May 08, 2017

A Grand Precedent: The Supreme Court and the Grand Canyon National Monument

Last week President Donald Trump issued an executive order directing Interior Secretary Ryan Zinke to conduct a review of at least 24 large national monuments on federal public lands and to make recommendations for their reduction or revocation. While size appears to be a central concern—the president specified that all monuments spanning at least 100,000 acres must be reviewed—the executive order leaves the door open for Zinke to review any monument designated since January 1, 1996.

So when is a monument too big? The Antiquities Act instructs that a monument “be confined to the smallest area compatible with proper care and management of the objects to be protected.” But sometimes historic and scientific “objects” are pretty, well, monumental. Take the Grand Canyon.

Hiking group on the Bright Angel Trail at the Grand Canyon. | Credit: Image by Grand Canyon National Park, licensed under CC BY 2.0

In 1908, less than two years after passage of the Antiquities Act, President Theodore Roosevelt designated the Grand Canyon National Monument. He declared 800,120 acres of the canyon an “object of unusual scientific interest.” It was the largest of the 18 monuments Roosevelt created, and it paved the way for the canyon’s subsequent designation as a national park by Congress and later as a World Heritage Site by the United Nations Educational, Scientific and Cultural Organization.

The text of the presidential proclamation that designates each monument guides how public lands included in it are managed. Proclamations generally accommodate a variety of uses and inevitably reflect compromises. At the Grand Canyon, for example, President Roosevelt included a “savings clause” to protect existing mining operations within monument boundaries while preventing new claims. Regardless, the designation drew fierce criticism from the mining industry in the Arizona Territory.

Businessman and politician Ralph H. Cameron was one of those critics. He improved 20 acres at the trailhead of the Bright Angel Trail, building a stable and other structures, under the premise that he held a lode mining claim that predated the monument designation. Perhaps not coincidentally, the claim included a primary entry point for tourists to access the canyon.

Dedication of the Bright Angel Trailhead at Grand Canyon National Park. | Credit: Image by Grand Canyon National Park, licensed under CC BY 2.0

Following the monument designation, Cameron defied the president and refused to leave. The federal government sought and successfully obtained a court order to reclaim the parcel. Cameron lost in lower courts and appealed to the U.S. Supreme Court, which heard his case in 1920.

In addition to arguing that he had a valid mining claim, Cameron urged the court to find the monument designation invalid for its size, arguing that it did not meet the “confined to the smallest area” standard. Justice Willis Van Devanter flatly rejected this argument. Writing for a unanimous court, he explained:

[T]he act under which the President proceeded empowered him to establish reserves embracing "objects of historic or scientific interest." The Grand Canyon, as stated in his proclamation, "is an object of unusual scientific interest." It is the greatest eroded canyon in the United States, if not in the world, is over a mile in depth, has attracted wide attention among explorers and scientists, affords an unexampled field for geologic study, is regarded as one of the great natural wonders, and annually draws to its borders thousands of visitors.

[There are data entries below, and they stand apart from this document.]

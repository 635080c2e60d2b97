import { describe, expect, it } from "vitest";
import {
  isLoopbackAddress,
  mayReadMetrics,
  sameSecret,
} from "./metrics-access";

describe("isLoopbackAddress", () => {
  it("knows this machine's addresses in every form a socket reports them", () => {
    for (const address of [
      "127.0.0.1",
      "127.8.9.10",
      "::1",
      "::ffff:127.0.0.1",
    ])
      expect(isLoopbackAddress(address), address).toBe(true);
    for (const address of [
      "10.0.0.5",
      "192.168.1.20",
      "::ffff:10.0.0.5",
      "fe80::1",
      "128.0.0.1",
      "",
      undefined,
    ])
      expect(isLoopbackAddress(address), String(address)).toBe(false);
  });
});

describe("mayReadMetrics", () => {
  const token = "a-long-metrics-token-0123456789";
  const from = (
    remoteAddress: string,
    extra: Partial<Parameters<typeof mayReadMetrics>[0]> = {},
  ) => ({
    remoteAddress,
    forwarded: false,
    authorization: undefined,
    behindProxy: false,
    ...extra,
  });

  it("lets a scraper on this machine in, with or without a token configured", () => {
    expect(mayReadMetrics(from("127.0.0.1"), undefined)).toBe(true);
    expect(mayReadMetrics(from("::1"), token)).toBe(true);
  });

  it("refuses a loopback connection a proxy forwarded (someone on the internet behind it)", () => {
    expect(
      mayReadMetrics(from("127.0.0.1", { forwarded: true }), undefined),
    ).toBe(false);
  });

  it("behind a trusted proxy, lets loopback in only with the token (a proxy may add no forwarding header)", () => {
    expect(
      mayReadMetrics(from("127.0.0.1", { behindProxy: true }), undefined),
    ).toBe(false);
    expect(
      mayReadMetrics(
        from("127.0.0.1", {
          behindProxy: true,
          authorization: `Bearer ${token}`,
        }),
        token,
      ),
    ).toBe(true);
  });

  it("lets others in only with the configured bearer token", () => {
    expect(mayReadMetrics(from("10.0.0.5"), undefined)).toBe(false);
    expect(
      mayReadMetrics(
        from("10.0.0.5", { authorization: `Bearer ${token}` }),
        undefined,
      ),
    ).toBe(false);
    expect(mayReadMetrics(from("10.0.0.5"), token)).toBe(false);
    expect(
      mayReadMetrics(
        from("10.0.0.5", { authorization: "Bearer wrong" }),
        token,
      ),
    ).toBe(false);
    expect(
      mayReadMetrics(
        from("10.0.0.5", { authorization: `Bearer ${token}x` }),
        token,
      ),
    ).toBe(false);
    expect(
      mayReadMetrics(from("10.0.0.5", { authorization: token }), token),
    ).toBe(false);
    expect(
      mayReadMetrics(
        from("10.0.0.5", { authorization: `Bearer ${token}` }),
        token,
      ),
    ).toBe(true);
    expect(
      mayReadMetrics(
        from("127.0.0.1", {
          forwarded: true,
          authorization: `bearer ${token}`,
        }),
        token,
      ),
    ).toBe(true);
  });

  it("compares secrets of any length", () => {
    expect(sameSecret("abc", "abc")).toBe(true);
    expect(sameSecret("abc", "abcd")).toBe(false);
    expect(sameSecret("", "abc")).toBe(false);
  });
});
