/**
 * The server's metrics, read by Prometheus from GET /metrics (server/app.ts,
 * docs/decisions/025-metrics.md). One registry per process, kept across the
 * dev server's module reloads so a metric is never registered twice.
 *
 * What the rest of the app calls:
 * - `observeRequest` (server/app.ts, once per answered request);
 * - `countTransactionRetry(reason)` (the transaction retry helper);
 * - `observePriceListImport(seconds)` (the price-list commit);
 * - `metricsText()` (the /metrics answer).
 *
 * The database's figures (outbox backlog, open alerts) are read when
 * Prometheus asks, with a short time limit: a database that is down or slow
 * reports them as NaN in that scrape (and turnledger_database_figures_up 0)
 * instead of failing it.
 */
import {
  Counter,
  Gauge,
  Histogram,
  Registry,
  collectDefaultMetrics,
} from "prom-client";
import { countOpenAlerts } from "~/alerts/stock-alerts.server";
import { poolFigures } from "~/db/pool-figures.server";
import { outboxBacklog } from "~/mail/outbox-backlog.server";

function createMetrics() {
  const registry = new Registry();
  collectDefaultMetrics({ register: registry });

  const requests = new Counter({
    name: "turnledger_http_requests_total",
    help: "HTTP requests answered, by route id, method and status.",
    labelNames: ["route", "method", "status"] as const,
    registers: [registry],
  });
  const requestDuration = new Histogram({
    name: "turnledger_http_request_duration_seconds",
    help: "Time from a request's arrival to the end of its answer, by route id, method and status.",
    labelNames: ["route", "method", "status"] as const,
    // Pages answer in milliseconds; imports and reports may take seconds.
    buckets: [0.005, 0.01, 0.025, 0.05, 0.1, 0.25, 0.5, 1, 2.5, 5, 10],
    registers: [registry],
  });
  const transactionRetries = new Counter({
    name: "turnledger_transaction_retries_total",
    help: "Database transactions run again after a conflict, by reason: deadlock (an InnoDB deadlock or a Galera certification conflict, both error 1213) or lock_wait_timeout.",
    labelNames: ["reason"] as const,
    registers: [registry],
  });
  const priceListImportDuration = new Histogram({
    name: "turnledger_price_list_import_duration_seconds",
    help: "Time to commit a price list's rows to the catalogue (successful or refused).",
    buckets: [0.05, 0.1, 0.25, 0.5, 1, 2.5, 5, 10, 30, 60],
    registers: [registry],
  });
  const poolConnections = new Gauge({
    name: "turnledger_db_pool_connections",
    help: "Database connections of this server's pool: in_use (lent to a request), idle (open, free) and waiting (requests queued for a connection).",
    labelNames: ["state"] as const,
    registers: [registry],
    collect() {
      const figures = poolFigures();
      for (const [state, value] of Object.entries(figures))
        this.set({ state }, value);
    },
  });
  const databaseFiguresUp = new Gauge({
    name: "turnledger_database_figures_up",
    help: "1 when this scrape read the database's figures (outbox, alerts), 0 when the database did not answer in time.",
    registers: [registry],
  });
  const outboxUnsent = new Gauge({
    name: "turnledger_mail_outbox_unsent",
    help: "E-mails in the outbox that SMTP has not accepted yet and that will still be tried.",
    registers: [registry],
  });
  const outboxOldestAge = new Gauge({
    name: "turnledger_mail_outbox_oldest_unsent_age_seconds",
    help: "How long the oldest unsent e-mail has waited (0 when none waits).",
    registers: [registry],
  });
  const openAlerts = new Gauge({
    name: "turnledger_stock_alerts_open",
    help: "Low-stock alerts open now (one per item at most).",
    registers: [registry],
  });
  return {
    registry,
    poolConnections,
    databaseFiguresUp,
    outboxUnsent,
    outboxOldestAge,
    openAlerts,
    requests,
    requestDuration,
    transactionRetries,
    priceListImportDuration,
  };
}

type Metrics = ReturnType<typeof createMetrics>;
const globalForMetrics = globalThis as unknown as {
  turnledgerMetrics?: Metrics;
};
const metrics = (globalForMetrics.turnledgerMetrics ??= createMetrics());

/** The registry /metrics reads; other modules add their gauges to it. */
export const registry = metrics.registry;

/** Counts one answered request and its duration (seconds). */
export function observeRequest(answer: {
  route: string;
  method: string;
  status: number;
  seconds: number;
}): void {
  const labels = {
    route: answer.route,
    method: answer.method,
    status: String(answer.status),
  };
  metrics.requests.inc(labels);
  metrics.requestDuration.observe(labels, answer.seconds);
}

/**
 * Counts a transaction that is run again. `reason` is a short fixed word
 * (e.g. "deadlock", "lock_wait_timeout"), never a message with values in it:
 * each distinct reason becomes a time series.
 */
export function countTransactionRetry(reason: string): void {
  metrics.transactionRetries.inc({ reason });
}

/** Records how long a committed price-list import took (seconds). */
export function observePriceListImport(seconds: number): void {
  metrics.priceListImportDuration.observe(seconds);
}

/** How long a scrape waits for the database's figures. */
const databaseFiguresTimeoutMs = 2_000;
/** The reading under way: scrapes while the database hangs share it instead of queuing more. */
let readingFigures: Promise<void> | null = null;

async function readDatabaseFigures(): Promise<void> {
  const [backlog, alerts] = await Promise.all([
    outboxBacklog(),
    countOpenAlerts(),
  ]);
  metrics.outboxUnsent.set(backlog.unsent);
  metrics.outboxOldestAge.set(
    backlog.oldestUnsentAt
      ? Math.max(0, (Date.now() - backlog.oldestUnsentAt.getTime()) / 1000)
      : 0,
  );
  metrics.openAlerts.set(alerts);
}

/** Refreshes the database's figures, or leaves them out of this scrape when the database does not answer in time. */
async function refreshDatabaseFigures(): Promise<void> {
  const reading = (readingFigures ??= readDatabaseFigures().finally(() => {
    readingFigures = null;
  }));
  let timer: ReturnType<typeof setTimeout> | undefined;
  const timedOut = new Promise<"timeout">((resolve) => {
    timer = setTimeout(() => resolve("timeout"), databaseFiguresTimeoutMs);
  });
  try {
    const outcome = await Promise.race([reading, timedOut]);
    if (outcome === "timeout") throw new Error("timed out");
    metrics.databaseFiguresUp.set(1);
  } catch {
    // Stale numbers would read as true ones: NaN says "not known now".
    metrics.outboxUnsent.set(Number.NaN);
    metrics.outboxOldestAge.set(Number.NaN);
    metrics.openAlerts.set(Number.NaN);
    metrics.databaseFiguresUp.set(0);
  } finally {
    clearTimeout(timer);
  }
}

/** The Content-Type of {@link metricsText}: Prometheus' text format 0.0.4. */
export const metricsContentType = metrics.registry.contentType;

/** Every metric in Prometheus' text format, the database's figures read just now. */
export async function metricsText(): Promise<string> {
  await refreshDatabaseFigures();
  return metrics.registry.metrics();
}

The court did not need to reach this conclusion in order to dispose of the case; it had already rejected Cameron’s mining claim, barring further access. But by upholding the designation of a large monument, the court affirmed for future presidents great discretion in the use of their congressionally delegated authority under the Antiquities Act. The result has been unparalleled and lasting protections for some of the country’s most important cultural, historic, and scientifically unique landscapes.

Indeed, every subsequent federal court to consider a legal challenge to a national monument has upheld the designation. Most recently, the U.S. Court of Appeals for the D.C. Circuit rejected a challenge to six monument designations by President Bill Clinton, citing Cameron v. United States to support the proposition that monuments need not include solely man-made objects. District courts have ruled similarly. In 1945 a court upheld President Franklin D. Roosevelt’s designation of the 221,610-acre Jackson Hole National Monument, finding that “objects” can include fur trapping and hunting trails, structures of glacial formation, peculiar mineral deposits, indigenous plant life, and wildlife habitat. And in 1980, in Anaconda Copper Co. v. Andrus, a court denied a copper company’s challenge to President Jimmy Carter’s designation of three large national monuments in Alaska, which together constitute nearly 20 million acres.

The future of the Antiquities Act remains to be seen. Several bills have been introduced in Congress that would weaken the president’s discretionary authority to protect historic and scientific objects on public lands. On Tuesday, May 2, the House Natural Resource Committee’s Subcommittee on Federal Lands held an oversight hearing on the Antiquities Act related to the president’s recent order. The hearing memo uses strong language to condemn the act itself, calling it “outdated,” boldly suggesting that designations “lock up” land.

The National Trust weighed in, expressing our strong support for the law and its legacy. As the administration and Congress consider changes to the Antiquities Act, or existing designations that protect irreplaceable historic and cultural resources, we will continue to make our voices heard and encourage our supporters to do the same.